**Task item:** Once the line with "double sign(double v)" is found in the entries below, print it and each following line exactly, stopping after the line with "readingOf(standardWave(row.stroke, row.rate), [](double, double"; print nothing else.

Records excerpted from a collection
*** Block opens ***
// SPDX-License-Identifier: GPL-3.0-or-later
#include "core/curves/read_block.h"

#include <gtest/gtest.h>

#include <algorithm>
#include <cmath>
#include <vector>

#include "core/base/units.h"
#include "core/cycles/find_blocks.h"
#include "tests/core/cycles/made_motion.h"

namespace dampwright {
namespace {

using test::MadePlan;
using test::MadeShape;
using test::MadeWave;
using test::motionOf;
using test::waveAt;

using Law = std::function<double(double, double)>;

// 100 mm and 100 strokes a minute, as in QC/T 545-1999; begins and ends within a stroke.
MadeWave standardWave(double stroke = 0.1, double rate = 100, double cycles = 6.5) {
  MadeWave wave;
  wave.from = 0.7;
  wave.stroke = stroke;
  wave.frequency = rate / 60;
  wave.cycles = cycles;
  return wave;
}

Block blockOf(const Motion& motion) {
  auto blocks = findBlocks(motion);
  EXPECT_TRUE(blocks);
  std::vector<Block> all = std::move(blocks).value();
  std::erase_if(all, [](const Block& block) { return block.kind == BlockKind::Hold; });
  EXPECT_EQ(all.size(), 1u);
  return all.front();
}

BlockReading readingOf(const MadeWave& wave, const Law& law, double samplesPerCycle = 1200) {
  MadePlan plan;
  plan.rate = samplesPerCycle * wave.frequency;
  plan.waves = {wave};
  plan.force = law;
  return readBlock(blockOf(motionOf(test::makeRun(plan))));
}

double sign(double v) { return v > 0 ? 1.0 : v < 0 ? -1.0 : 0.0; }

// Peak speed π·S·n/60 of the strokes and rates of QC/T 545-1999 and QC/T 491-2018.
TEST(ReadBlock, PeakSpeedsOfThePublishedStrokesAndRates) {
  const struct {
    double stroke, rate, speed;
  } rows[] = {{0.025, 100, 0.13090},
              {0.05, 100, 0.26180},
              {0.1, 100, 0.52360},
              {0.1, 200, 1.04720},
              {0.08, 60, 0.25133},
              {0.1, 60, 0.31416},
              {0.075, 50, 0.19635}};
  for (const auto& row : rows) {
    const auto reading =
        readingOf(standardWave(row.stroke, row.rate), [](double, double v) { return v; });
    for (const Reading* one : {&reading.compression, &reading.rebound}) {
      EXPECT_NEAR(one->peakVelocity, row.speed, 1e-4 * row.speed);
      EXPECT_NEAR(one->displacement, 0, 1e-3 * row.stroke);
    }
  }
}

TEST(ReadBlock, PeakSpeedIsRightDownToFortySamplesACycle) {
  for (const double samples : {40.3, 64.0, 100.7, 314.0}) {
    const auto reading = readingOf(
        standardWave(), [](double, double v) { return 1500 * v; }, samples);
    // the spline through the samples: (2π/40)⁴/384 = 1.6e-6; jitter of the turns, squared, 1e-5
    EXPECT_NEAR(reading.compression.peakVelocity, 0.52359878, samples < 60 ? 2e-4 : 5e-5);
    EXPECT_NEAR(reading.compression.force, 785.398163, samples < 60 ? 0.5 : 0.1);
  }
}

// Crank of rod ratio λ: peak speed over r·ω and its place from mid-stroke over r.
TEST(ReadBlock, ACrankIsFasterThanASineAndFastestOffMidStroke) {
  const struct {
    double ratio, speed, place;
  } rows[] = {{0.05, 1.001249, 0.0249},
              {0.1, 1.004988, 0.0489},
              {0.2, 1.019833, 0.0917},
              {0.25, 1.030883, 0.1095}};
  for (const auto& row : rows) {
    MadeWave wave = standardWave();
    wave.shape = MadeShape::Crank;
    wave.rodRatio = row.ratio;
    const auto reading = readingOf(wave, [](double, double v) { return 1500 * v; });
    const double expected = row.speed * 0.05 * 2 * pi * wave.frequency;
    EXPECT_NEAR(reading.compression.peakVelocity, expected, 1e-4 * expected);
    EXPECT_NEAR(std::abs(reading.compression.displacement), row.place * 0.05, 2e-4 * 0.05 * 10);
  }
}

// W = π·c·ω·X²; Chopra, Dynamics of Structures, section 3.8 (from memory).
TEST(ReadBlock, ViscousEnergyPowerAndDamping) {
  const auto reading = readingOf(standardWave(), [](double, double v) { return 1500 * v; });
  EXPECT_NEAR(reading.energy, 123.370055, 3e-4 * 123.37);
  EXPECT_NEAR(reading.meanPower, 205.616758, 3e-4 * 205.6);
  EXPECT_NEAR(reading.equivalentDamping, 1500, 3e-4 * 1500);
  EXPECT_NEAR(reading.compression.force, 785.398163, 0.02);
  EXPECT_NEAR(reading.rebound.force, 785.398163, 0.02);
  EXPECT_NEAR(reading.compression.energy + reading.rebound.energy, reading.energy, 1e-9);
  EXPECT_NEAR(reading.compression.energy, reading.rebound.energy, 0.02);
  EXPECT_NEAR(reading.phaseLag, 0, 1e-4);
}

// W = 4·Fc·X and the sum of both; Stutts, Equivalent viscous damping, equations 10 to 12.
TEST(ReadBlock, CoulombEnergyAndItsSumWithViscous) {
  const auto coulomb = readingOf(standardWave(), [](double, double v) { return 60 * sign(v); });
  EXPECT_NEAR(coulomb.energy, 12.000, 3e-4 * 12);
  const Law both = [](double, double v) { return 1500 * v + 60 * sign(v); };
  EXPECT_NEAR(readingOf(standardWave(), both).energy, 135.370055, 3e-4 * 135.37);
  EXPECT_NEAR(readingOf(standardWave(0.05), both).energy, 36.842514, 3e-4 * 36.84);
}

// W = λ·c·ω^α·X^(α+1), λ = 2^(2+α)·Γ²(1+α/2)/Γ(2+α): seen in a public structural script.
TEST(ReadBlock, PowerLawEnergies) {
  const double omega = 2 * pi * 100 / 60, x = 0.05;
  for (const double exponent : {0.0, 0.5, 1.0, 2.0}) {
    const double lambda = std::pow(2, 2 + exponent) * std::pow(std::tgamma(1 + exponent / 2), 2) /
                          std::tgamma(2 + exponent);
    const double expected = lambda * 800 * std::pow(omega, exponent) * std::pow(x, exponent + 1);
    const auto reading = readingOf(standardWave(), [&](double, double v) {
      return 800 * std::pow(std::abs(v), exponent) * sign(v);
    });
    EXPECT_NEAR(reading.energy, expected, 3e-4 * expected) << exponent;
  }
  const auto quadratic =
      readingOf(standardWave(), [](double, double v) { return 800 * v * std::abs(v); });
  EXPECT_NEAR(quadratic.energy, 29.243272, 3e-4 * 29.24);
  EXPECT_NEAR(quadratic.equivalentDamping, 355.5556, 3e-4 * 355.6);
}

// GOST R 53816-2010, 5.5.4: energy of the cycle and of each stroke apart; closed form.
TEST(ReadBlock, AsymmetricDamperSplitsItsEnergyByStroke) {
  const auto reading =
      readingOf(standardWave(), [](double, double v) { return v > 0 ? 800 * v : 2400 * v; });
  EXPECT_NEAR(reading.energy, 131.594725, 3e-4 * 131.6);
  EXPECT_NEAR(reading.equivalentDamping, 1600, 3e-4 * 1600);
  EXPECT_NEAR(reading.rebound.force, 1256.637, 0.05);
  EXPECT_NEAR(reading.compression.force, 418.879, 0.05);
  EXPECT_NEAR(reading.rebound.energy / reading.compression.energy, 3, 1e-3);
}

// Maxwell element, c 2000 N·s/m in series with k; moduli r²/(1+r²), r/(1+r²), r = ω·c/k.
// Source: Introduction to Continuum Mechanics, p. 470 (moduli of the Maxwell element).
TEST(ReadBlock, MaxwellElementLags) {
  const struct {
    double k, r, force, degrees, energy, damping, atEnd;
  } rows[] = {{1e6, 0.0209440, 1046.96795, 1.19982, 164.421283, 1999.1231, 21.92284},
              {2e5, 0.1047198, 1041.50245, 5.97821, 162.709102, 1978.3055, 108.47273}};
  for (const auto& row : rows) {
    const double omega = 2 * pi * 100 / 60;
    const double loss = row.k * row.r / (1 + row.r * row.r) / omega;
    const double storage = row.k * row.r * row.r / (1 + row.r * row.r);
    const auto reading =
        readingOf(standardWave(), [&](double x, double v) { return storage * x + loss * v; });
    EXPECT_NEAR(reading.energy, row.energy, 3e-4 * row.energy);
    EXPECT_NEAR(reading.equivalentDamping, row.damping, 3e-4 * row.damping);
    EXPECT_NEAR(reading.phaseLag * 180 / pi, row.degrees, 0.01);
    EXPECT_NEAR(reading.endForces[0], row.atEnd, 0.1);
    EXPECT_NEAR(reading.endForces[1], -row.atEnd, 0.1);
    EXPECT_NEAR(reading.compression.largestForce, row.force, 0.05);
    EXPECT_NEAR(reading.compression.force, row.force * std::cos(row.degrees * pi / 180), 0.05);
    EXPECT_NEAR(reading.rebound.largestForce, row.force, 0.05);
  }
}

// The polygon of an ellipse of 64 points has 0.998394 of its area: sin(2π/N)/(2π/N).
TEST(ReadBlock, SixtyFourSamplesACycleAreNoPolygon) {
  const auto reading = readingOf(
      standardWave(), [](double, double v) { return 1500 * v; }, 64);
  EXPECT_NEAR(reading.energy / 123.370055, 1, 5e-4);
  EXPECT_GT(reading.energy / 123.370055, 0.9990);
  EXPECT_NEAR(readingOf(
                  standardWave(), [](double, double v) { return 1500 * v; }, 100.3)
                  .energy,
              123.370055,
              3e-4 * 123.37);
  EXPECT_NEAR(readingOf(
                  standardWave(), [](double, double v) { return 1500 * v; }, 40.3)
                  .energy,
              123.370055,
              1e-3 * 123.37);
}

TEST(ReadBlock, ATriangleIsReadAtMidStroke) {
  MadeWave wave = standardWave();
  wave.shape = MadeShape::Triangle;
  const Law law = [](double x, double v) { return 200 + 4000 * x + 1500 * v; };
  const auto reading = readingOf(wave, law);
  const double speed = 2 * 0.1 * 100 / 60;
  EXPECT_NEAR(reading.compression.peakVelocity, speed, 1e-3 * speed);
  EXPECT_NEAR(reading.rebound.peakVelocity, speed, 1e-3 * speed);
  EXPECT_NEAR(reading.compression.displacement, 0, 1e-5);
  EXPECT_NEAR(reading.compression.force, 200 + 1500 * speed, 0.5);
  EXPECT_NEAR(reading.rebound.force, 1500 * speed - 200, 0.5);
  // a corner that no rig has: the grid's half degree blunts each by a quarter of a point in 360
  EXPECT_NEAR(reading.energy, 2 * 0.1 * 1500 * speed, 3e-3 * 2 * 0.1 * 1500 * speed);
  EXPECT_NEAR(reading.equivalentDamping, 1500, 1e-3 * 1500);
}

TEST(ReadBlock, AForceThatPushesTheWrongWayIsNegativeAndNotRectified) {
  const Law gas = [](double, double v) { return 150 + 200 * v; };
  const auto reading = readingOf(standardWave(), gas);
  EXPECT_NEAR(reading.rebound.force, 200 * 0.52359878 - 150, 0.02);
  EXPECT_LT(reading.rebound.force, 0);
  EXPECT_NEAR(reading.compression.force, 200 * 0.52359878 + 150, 0.02);
}

TEST(ReadBlock, AKneeNearThePeakDoesNotPullTheForceDown) {
  for (const double knee : {0.6, 0.8, 0.9, 0.95, 0.98}) {
    const double v0 = knee * 0.52359878;
    const Law law = [&](double, double v) {
      const double a = std::abs(v);
      return sign(v) * (a < v0 ? 3000 * a : 3000 * v0 + 500 * (a - v0));
    };
    const auto reading = readingOf(standardWave(), law);
    const double expected = law(0, 0.52359878);
    EXPECT_NEAR(reading.compression.force, expected, 0.003 * expected) << knee;
  }
}

TEST(ReadBlock, ForceTimesKGivesReadingsTimesK) {
  const Law law = [](double x, double v) {
    return 100 + 500 * x + 900 * v + 40 * std::tanh(v / 0.01);
  };
  const auto one = readingOf(standardWave(), law);
  const auto three = readingOf(standardWave(), [&](double x, double v) { return 3 * law(x, v); });
  EXPECT_NEAR(three.compression.force, 3 * one.compression.force, 1e-6);
  EXPECT_NEAR(three.rebound.largestForce, 3 * one.rebound.largestForce, 1e-6);
  EXPECT_NEAR(three.energy, 3 * one.energy, 1e-6);
  EXPECT_NEAR(three.phaseLag, one.phaseLag, 1e-9);
  EXPECT_EQ(three.compression.peakVelocity, one.compression.peakVelocity);
}

TEST(ReadBlock, TurnedRoundTheDirectionsChangePlaces) {
  MadePlan plan;
  plan.waves = {standardWave(0.1, 100, 7)};
  plan.force = [](double x, double v) { return 1000 * x + (v > 0 ? 800 * v : 2400 * v); };
  plan.displacementNoise = 1e-5;
  plan.forceNoise = 2;
  Motion motion = motionOf(test::makeRun(plan));
  const auto one = readBlock(blockOf(motion));
  for (auto* channel : {&motion.displacement, &motion.velocity, &motion.force})
    for (double& value : *channel) value = -value;
  const auto other = readBlock(blockOf(motion));
  // half a cycle of difference in what is averaged: both within the noise
  EXPECT_NEAR(other.compression.force, one.rebound.force, 1);
  EXPECT_NEAR(other.rebound.force, one.compression.force, 1);
  EXPECT_NEAR(other.energy, one.energy, 1e-3 * one.energy);
}

TEST(ReadBlock, AClippedPeakIsNotReadAndTheOtherDirectionIs) {
  MadePlan plan;
  plan.waves = {standardWave()};
  plan.force = [](double, double v) { return 1500 * v; };
  Motion motion = motionOf(test::makeRun(plan));
  for (std::size_t i = 0; i < motion.size(); ++i) {
    if (motion.force[i] < 700) continue;
    motion.force[i] = 700;
    motion.doubtful[i] = ForceClipped;
  }
  const auto reading = readBlock(blockOf(motion));
  EXPECT_FALSE(reading.compression.isRead());
  EXPECT_TRUE(std::isnan(reading.compression.largestForce));
  EXPECT_TRUE(std::isnan(reading.compression.energy));
  EXPECT_TRUE(std::isnan(reading.energy));
  EXPECT_NEAR(reading.rebound.force, 785.398, 0.05);
  EXPECT_NEAR(reading.rebound.energy, 123.370055 / 2, 0.05);
  EXPECT_TRUE(makeCurve(Direction::Compression, {{0, 0.1, reading.compression}}).points.empty());
}

TEST(ReadBlock, AHoldReadsNothing) {
  Block hold;
  hold.kind = BlockKind::Hold;
  EXPECT_FALSE(readBlock(hold).compression.isRead());
  EXPECT_TRUE(std::isnan(readBlock(hold).energy));
}

TEST(MakeCurve, StandsByRisingVelocityThenStroke) {
  Reading slow, fast;
  slow.peakVelocity = 0.1;
  fast.peakVelocity = 0.5;
  const Curve curve =
      makeCurve(Direction::Rebound, {{0, 0.1, fast}, {1, 0.1, slow}, {2, 0.05, slow}});
  ASSERT_EQ(curve.points.size(), 3u);
  EXPECT_EQ(curve.direction, Direction::Rebound);
  EXPECT_EQ(curve.points[0].block, 2u);
  EXPECT_EQ(curve.points[1].block, 1u);
  EXPECT_EQ(curve.points[2].block, 0u);
}

}  // namespace
}  // namespace dampwright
*** Block closes ***
**Task output:**
double sign(double v) { return v > 0 ? 1.0 : v < 0 ? -1.0 : 0.0; }

// Peak speed π·S·n/60 of the strokes and rates of QC/T 545-1999 and QC/T 491-2018.
TEST(ReadBlock, PeakSpeedsOfThePublishedStrokesAndRates) {
  const struct {
    double stroke, rate, speed;
  } rows[] = {{0.025, 100, 0.13090},
              {0.05, 100, 0.26180},
              {0.1, 100, 0.52360},
              {0.1, 200, 1.04720},
              {0.08, 60, 0.25133},
              {0.1, 60, 0.31416},
              {0.075, 50, 0.19635}};
  for (const auto& row : rows) {
    const auto reading =
        readingOf(standardWave(row.stroke, row.rate), [](double, double v) { return v; });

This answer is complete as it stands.